There was a possibility that I would have to spend about 7 hours driving on December 26; half of that by myself. I must admit, when I first found out about this I began planning a binge. It went something like this. "If I can avoid sugar and binges through Christmas, then that day I will indulge. I can stop by Walmart or Target and get Reese trees. After all, they will be on sale!!! And maybe some of that caramel Hershey's Pot of Gold candy. After that, maybe I'll get some pizza".
I found out last night that I probably won't have to make that trip, but I may have to spend about an hour driving this Sunday afternoon. Again, I immediately thought about eating. As my thoughts turned to food, I realized I was a tiny bit hungry. Not much, mind you, just a little bit. I'd eaten a healthy, filling dinner. I'd exercised. (There are a few pretty good workout options on Netflix instant, by the way) Nevertheless, I convinced myself that I was hungry.

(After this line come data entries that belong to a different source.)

namespace Lampwarden.Analysis.Prediction;

/// <summary>What a meter shows of a current given step by step.</summary>
internal static class MeterView
{
    // A mean-responding meter is scaled to be right for a sinusoid: RMS over rectified mean.
    internal const double FormFactor = Math.PI / (2 * 1.4142135623730951);

    private const int Alignments = 16;

    /// <summary>The reading of a window: steps from first to first + count, ends included at half weight.</summary>
    public static double Window(IReadOnlyList<double> amps, int first, int count, PredictedMeter meter)
    {
        double squares = 0, sum = 0;
        for (var index = 0; index <= count; index++)
        {
            var weight = index == 0 || index == count ? 0.5 : 1;
            squares += weight * amps[first + index] * amps[first + index];
            sum += weight * amps[first + index];
        }

        var removed = meter.Coupling == MeterCoupling.Ac ? sum / count : 0;
        if (meter.Response != MeterResponse.MeanResponding)
        {
            return Math.Sqrt(Math.Max(0, squares / count - removed * removed));
        }

        var rectified = 0.0;
        for (var index = 0; index <= count; index++)
        {
            rectified += (index == 0 || index == count ? 0.5 : 1) * Math.Abs(amps[first + index] - removed);
        }

        return FormFactor * rectified / count;
    }

    /// <summary>Readings one after the other, the first window beginning with the switch-on; for a converter, its output at those times.</summary>
    public static IReadOnlyList<(double Seconds, double Amps)> Readings(IReadOnlyList<double> amps, double stepSeconds, PredictedMeter meter, double delaySeconds = 0)
    {
        var readings = new List<(double, double)>();
        var count = Math.Max(1, (int)Math.Round(meter.WindowSeconds / stepSeconds));
        if (meter.Response == MeterResponse.FirstOrder)
        {
            double square = 0, mean = 0;
            for (var index = 1; index < amps.Count; index++)
            {
                // An AC-coupled converter loses the mean through a far slower coupling.
                mean += (amps[index] - mean) * stepSeconds / (10 * meter.WindowSeconds);
                var seen = meter.Coupling == MeterCoupling.Ac ? amps[index] - mean : amps[index];
                square += (seen * seen - square) * stepSeconds / meter.WindowSeconds;
                if (index % count == 0)
                {
                    readings.Add((index * stepSeconds, meter.Display(Math.Sqrt(square))));
                }
            }

            return readings;
        }

        // A window begun before the switch-on holds the current of its later part only.
        var lead = (int)Math.Round(delaySeconds / stepSeconds) % count;
        if (lead > 0 && lead < amps.Count)
        {
            readings.Add((lead * stepSeconds, meter.Display(Window(amps, 0, lead, meter) * Math.Sqrt(lead / (double)count))));
        }

        for (var first = lead; first + count < amps.Count; first += count)
        {
            readings.Add(((first + count) * stepSeconds, meter.Display(Window(amps, first, count, meter))));
        }

        return readings;
    }

    /// <summary>
    /// The first reading with the window aligned to the switch-on, and the least value that the larger of the first two readings can take
    /// when it is not.
    /// </summary>
    public static (double Aligned, double Least) First(SwitchOn run, PredictedMeter meter)
    {
        var exact = meter with { CountSize = 0, RangeAmps = double.PositiveInfinity };
        var aligned = Readings(run.Amps, run.StepSeconds, exact);
        if (aligned.Count == 0)
        {
            return (double.NaN, double.NaN);
        }

        if (meter.Response == MeterResponse.FirstOrder)
        {
            return (aligned[0].Amps, aligned[0].Amps);
        }

        var least = aligned[0].Amps;
        for (var part = 1; part < Alignments; part++)
        {
            var shifted = Readings(run.Amps, run.StepSeconds, exact, meter.WindowSeconds * part / Alignments);
            if (shifted.Count > 1)
            {
                least = Math.Min(least, Math.Max(shifted[0].Amps, shifted[1].Amps));
            }
        }

        return (aligned[0].Amps, least);
    }

    /// <summary>What the meter shows of a settled current, relative to its true RMS.</summary>
    public static double SettledShare(in Units.UnitPoint point, PredictedMeter meter)
    {
        if (!(point.Amps > 0))
        {
            return 1;
        }

        var direct = meter.Coupling == MeterCoupling.Ac ? point.DirectAmps : 0;
        return meter.Response == MeterResponse.MeanResponding
            ? FormFactor * (meter.Coupling == MeterCoupling.Ac ? point.MeanDeviationAmps : point.MeanAbsoluteAmps) / point.Amps
            : Math.Sqrt(Math.Max(0, 1 - direct * direct / (point.Amps * point.Amps)));
    }
}
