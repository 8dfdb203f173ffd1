using Lampwarden.Analysis.Lamps;
using Lampwarden.Analysis.Tungsten;
using Lampwarden.Analysis.Units;

namespace Lampwarden.Analysis.Prediction;

/// <summary>Says beforehand what a bench will do.</summary>
public static class Predictor
{
    private const double LongestSeconds = 20;

    // Standard normal quantile for 95 % coverage.
    private const double CoverageFactor = 1.96;

    /// <summary>Works out the steady state, the switch-on, the shorted state and the band of one bank and one unit.</summary>
    public static BenchPrediction Predict(Mains mains, Bank bank, Unit unit, PredictionSettings? settings = null)
    {
        settings ??= new PredictionSettings();
        var healthy = Work(mains, bank, unit, settings, out var steady);
        var shorted = Work(mains, bank, ResistorUnit.Short, settings, out var shortedPoint);
        var note = bank.Notes.Count == 0 ? null : string.Join(" ", bank.Notes);
        var inrush = new Inrush(
            healthy.Transient.PeakAmps,
            healthy.Transient.RmsAmps(0, 1 / mains.Hertz),
            healthy.Transient.SettleSeconds(steady.Amps),
            healthy.Transient.RmsAmps(0, settings.MeterWindowSeconds));
        return new BenchPrediction(
            mains,
            new BankSummary(bank.Text, bank.ColdOhms, bank.RatedWatts),
            new UnitSummary(unit.Text),
            new SteadyState(true, steady.Amps, healthy.BankVolts, steady.Volts, steady.Watts, steady.PowerFactor, healthy.Lamps, note),
            inrush,
            new ShortedState(shortedPoint.Amps, shorted.Transient.PeakAmps, shorted.Lamps),
            Band(mains, bank, unit, settings, steady.Amps),
            shortedPoint.Amps / steady.Amps,
            bank.Notes);
    }

    private static Worked Work(Mains mains, Bank bank, Unit unit, PredictionSettings settings, out UnitPoint steady)
    {
        var solver = new SteadySolver(bank, unit.NewResponse(mains), settings.SourceOhms);
        steady = solver.Solve(mains.Volts);
        var willGlow = new bool[bank.Lamps.Count];
        for (var lamp = 0; lamp < willGlow.Length; lamp++)
        {
            willGlow[lamp] = solver.Bank.Kelvin(lamp) > TungstenProperties.FirstGlowKelvin;
        }

        var (phase, _) = SwitchOn.WorstPhase(mains, bank, unit, settings.SourceOhms);
        var simulation = new CircuitSimulation(mains, bank, unit, phase, sourceOhms: settings.SourceOhms);
        var transient = SwitchOn.Run(simulation, steady.Amps, willGlow, 2.5 * settings.MeterWindowSeconds, LongestSeconds);
        var lamps = bank.Lamps.Select((lamp, index) => new LampState(
            lamp.Name,
            solver.Bank.LampVolts[index],
            solver.Bank.LampAmps[index],
            solver.Bank.LampVolts[index] * solver.Bank.LampAmps[index],
            solver.Bank.Kelvin(index),
            lamp.Glow(solver.Bank.Kelvin(index)),
            transient.FirstGlowSeconds[index])).ToArray();
        return new Worked(transient, solver.Bank.BankVolts, lamps);
    }

    // A first simple rule: mains, lamps and unit each moved by their one sigma, joined as a root of squares.
    private static CurrentBand Band(Mains mains, Bank bank, Unit unit, PredictionSettings settings, double steadyAmps)
    {
        var solver = new SteadySolver(bank, unit.NewResponse(mains), settings.SourceOhms);
        var byMains = solver.Solve(mains.Volts * (1 + settings.MainsUncertainty)).Amps - steadyAmps;
        Array.Fill(solver.Bank.CurrentScale, 1 + settings.LampWattsUncertainty);
        var byLamps = solver.Solve(mains.Volts).Amps - steadyAmps;
        var byUnit = steadyAmps * settings.UnitUncertainty;
        var width = CoverageFactor * Math.Sqrt(byMains * byMains + byLamps * byLamps + byUnit * byUnit);
        return new CurrentBand(Math.Max(0, steadyAmps - width), steadyAmps + width, 0.95);
    }

    private sealed record Worked(SwitchOn Transient, double BankVolts, IReadOnlyList<LampState> Lamps);
}
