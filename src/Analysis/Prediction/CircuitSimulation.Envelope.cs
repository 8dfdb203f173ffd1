using Lampwarden.Analysis.Units;

namespace Lampwarden.Analysis.Prediction;

public sealed partial class CircuitSimulation
{
    // Filaments settle in 30 ms at full volts; steps of a millisecond follow them without fuss.
    private const double EnvelopeStepSeconds = 0.001;

    // Slower than this, in kelvin per second, nothing that a meter could see is left to happen.
    private const double QuietKelvinPerSecond = 0.5;

    private Unit unitModel;
    private UnitResponse? response;

    /// <summary>True RMS line current at this instant in the quasi-steady view: filaments as warm as they are, everything electrical settled.</summary>
    public double EnvelopeAmps()
    {
        response ??= unitModel.NewResponse(mains);
        var amps = EnvelopeRates(kelvin, kelvinRates[0]);
        isFresh = false;
        return amps;
    }

    /// <summary>
    /// Goes on quickly by RMS values: filaments are followed, the waveform is not, and the unit's own slow states are taken as settled.
    /// For long soaks; costs nothing where all is quiet. Gives the RMS line current at the end of the time.
    /// </summary>
    /// <param name="seconds">How far, 0 or more; any length.</param>
    public double Coast(double seconds)
    {
        response ??= unitModel.NewResponse(mains);
        var left = seconds;
        while (left > 0)
        {
            var step = Math.Min(left, EnvelopeStepSeconds);
            EnvelopeRates(kelvin, kelvinRates[0]);
            var fastest = 0.0;
            for (var lamp = 0; lamp < kelvin.Length; lamp++)
            {
                fastest = Math.Max(fastest, Math.Abs(kelvinRates[0][lamp]));
                stageKelvin[lamp] = kelvin[lamp] + 0.5 * step * kelvinRates[0][lamp];
            }

            if (fastest < QuietKelvinPerSecond)
            {
                break;
            }

            EnvelopeRates(stageKelvin, kelvinRates[1]);
            for (var lamp = 0; lamp < kelvin.Length; lamp++)
            {
                kelvin[lamp] += step * kelvinRates[1][lamp];
            }

            left -= step;
        }

        // The waveform goes on from the phase it was left at.
        startSeconds = Seconds + seconds;
        startIndex = SineIndex(0);
        steps = 0;
        return EnvelopeAmps();
    }

    private double EnvelopeRates(double[] temperatures, double[] rates)
    {
        ReadFilaments(temperatures);
        var bankOhms = JoinOhms() + sourceOhms;
        double amps;
        if (double.IsPositiveInfinity(FaultOhms))
        {
            amps = response!.At(MainsVolts, Math.Max(bankOhms, 1e-6)).Amps;
        }
        else
        {
            // Taken as in phase with the unit's current: exact for a resistive unit.
            var divider = FaultOhms / (bankOhms + FaultOhms);
            var unitAmps = response!.At(MainsVolts * divider, Math.Max(bankOhms * divider, 1e-6)).Amps;
            amps = (MainsVolts + FaultOhms * unitAmps) / (bankOhms + FaultOhms);
        }

        HeatLamps(amps, rates);
        return amps;
    }
}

As I began to think about food, I wondered how my weight was. I planned to weigh myself on Saturday. I weighed myself last night, and I had lost weight since the last time I weighed in. Somehow, I turned this into justification for overeating.
I started with a ham sandwich on whole wheat with lite mayo and cheese. This wasn't a horrible choice. I should have stopped there. This lead to cheese and crackers. Which lead to graham crackers. Then chex mix with peanuts. Then bread with butter and jelly.
I'm feeling the effects of all of the salt this morning. I'm so thirsty. My hands are a bit swollen. Yuck.
Somewhere during the binge planning when I originally thought I'd be driving by myself for 3 1/2 hours, I began thinking about my future. There will be a time, probably 4-8 years from now, that I won't have kids living at home. What if my husband still has a job like he does now where he travels a lot? With that much time alone, how will I maintain weight loss? Should I even bother with this? Yes, I should. While the reality of this is that I will likely always struggle with food, I don't have to resign myself to eventual failure.
I'm eating a healthy breakfast this morning and moving on.